- [WHAT IS EXPECTED]: Working through the lines below, return each one that holds "onRequestNew".
=== EXCERPTED RECORDS ===
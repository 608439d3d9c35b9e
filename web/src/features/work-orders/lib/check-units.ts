import { formatQuantity, type UnitSystem } from '@swapwright/shared';
import { readLength } from '@/lib/units';
import type { WorkCheck } from '../types';

/** A measured check whose figures are lengths: stored in mm, shown and typed in the person's units. */
export function isLengthCheck(check: Pick<WorkCheck, 'unit'>): boolean {
  return check.unit === 'mm';
}

/** The decimals a stored millimetre figure was set with (13 → 0, 12.7 → 1, 6.35 → 2), so none is rounded away. */
function ownDecimals(mm: number): number {
  for (let decimals = 0; decimals < 2; decimals += 1) if (Math.abs(Number(mm.toFixed(decimals)) - mm) < 1e-9) return decimals;
  return 2;
}

/**
 * A check's length in the person's units at its own precision: 12.7 mm reads "12.7 mm" or "0.50 in" (never "13 mm"),
 * 14 mm reads "14 mm" or "0.55 in". Inches go through shared's one path (0.01 in, or 0.001 in for a figure set to
 * 0.01 mm).
 */
export function formatCheckLength(mm: number, system: UnitSystem): string {
  return formatQuantity(mm, 'length', system, { decimals: ownDecimals(mm) });
}

/** The allowed range in the person's units: "at least 0.50 in", "0.24–0.39 in", "6–10 mm"; other units as the API words them. */
export function allowedRange(check: Pick<WorkCheck, 'unit' | 'min' | 'max' | 'range'>, system: UnitSystem): string {
  if (!isLengthCheck(check)) return check.range ?? 'no range';
  const unit = system === 'in' ? ' in' : ' mm';
  const figure = (mm: number) => formatCheckLength(mm, system);
  if (check.min !== null && check.max !== null) return `${figure(check.min).slice(0, -unit.length)}–${figure(check.max)}`;
  if (check.min !== null) return `at least ${figure(check.min)}`;
  if (check.max !== null) return `at most ${figure(check.max)}`;
  return check.range ?? 'no range';
}

export type CheckReading = { ok: true; mm: number } | { ok: false; message: string } | { ok: null };

/**
 * Reads what the bay typed for a length check with the same parser as the measurement sheet: `1/2"`, `12 1/2 in`,
 * `13 mm`, or a bare number in the person's units. Kept to 0.01 mm, as the sheet keeps its readings.
 */
export function readCheckLength(text: string, system: UnitSystem): CheckReading {
  if (text.trim() === '') return { ok: null };
  const result = readLength(text, system);
  if (!result.ok) return result;
  return { ok: true, mm: Math.round(result.value * 100) / 100 };
}
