import { Button, Form, Input, Result } from 'antd';
import { FormErrorAlert } from '@/components/form-error-alert';
import { useConfirmPasswordReset } from '../api/confirm-password-reset';
import { confirmPasswordRules, passwordRules } from './password-rules';

export type ResetConfirmFormProps = { token: string; onDone?: () => void; onRequestNew?: () => void };

export function ResetConfirmForm({ token, onDone, onRequestNew }: ResetConfirmFormProps) {
  const confirm = useConfirmPasswordReset();

  if (confirm.isSuccess) {
    return (
      <Result
        status="success"
        title="Password changed"
        subTitle="Sign in with your new password."
        extra={onDone && <Button type="primary" onClick={onDone}>Sign in</Button>}
      />
    );
  }

  return (
    <Form<{ password: string; confirm: string }>
      layout="vertical"
      requiredMark={false}
      aria-label="Set a new password"
      onFinish={({ password }) => confirm.mutate({ token, password })}
    >
      <FormErrorAlert
        error={confirm.error}
        messages={{ reset_token_invalid: 'This reset link has expired or was already used. Ask for a new one.' }}
      />
      <Form.Item label="New password" name="password" rules={passwordRules} hasFeedback>
        <Input.Password autoComplete="new-password" autoFocus />
      </Form.Item>
      <Form.Item label="Repeat password" name="confirm" dependencies={['password']} rules={confirmPasswordRules()} hasFeedback>
        <Input.Password autoComplete="new-password" />
      </Form.Item>
      <Button type="primary" htmlType="submit" block loading={confirm.isPending}>
        Set new password
      </Button>
      {onRequestNew && (
        <Button type="link" block onClick={onRequestNew} style={{ marginTop: 8 }}>
          Ask for a new link
        </Button>
      )}
    </Form>
  );
}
===
- [RESPONSE FOR THIS EXERCISE]:
export type ResetConfirmFormProps = { token: string; onDone?: () => void; onRequestNew?: () => void };
export function ResetConfirmForm({ token, onDone, onRequestNew }: ResetConfirmFormProps) {
      {onRequestNew && (
        <Button type="link" block onClick={onRequestNew} style={{ marginTop: 8 }}>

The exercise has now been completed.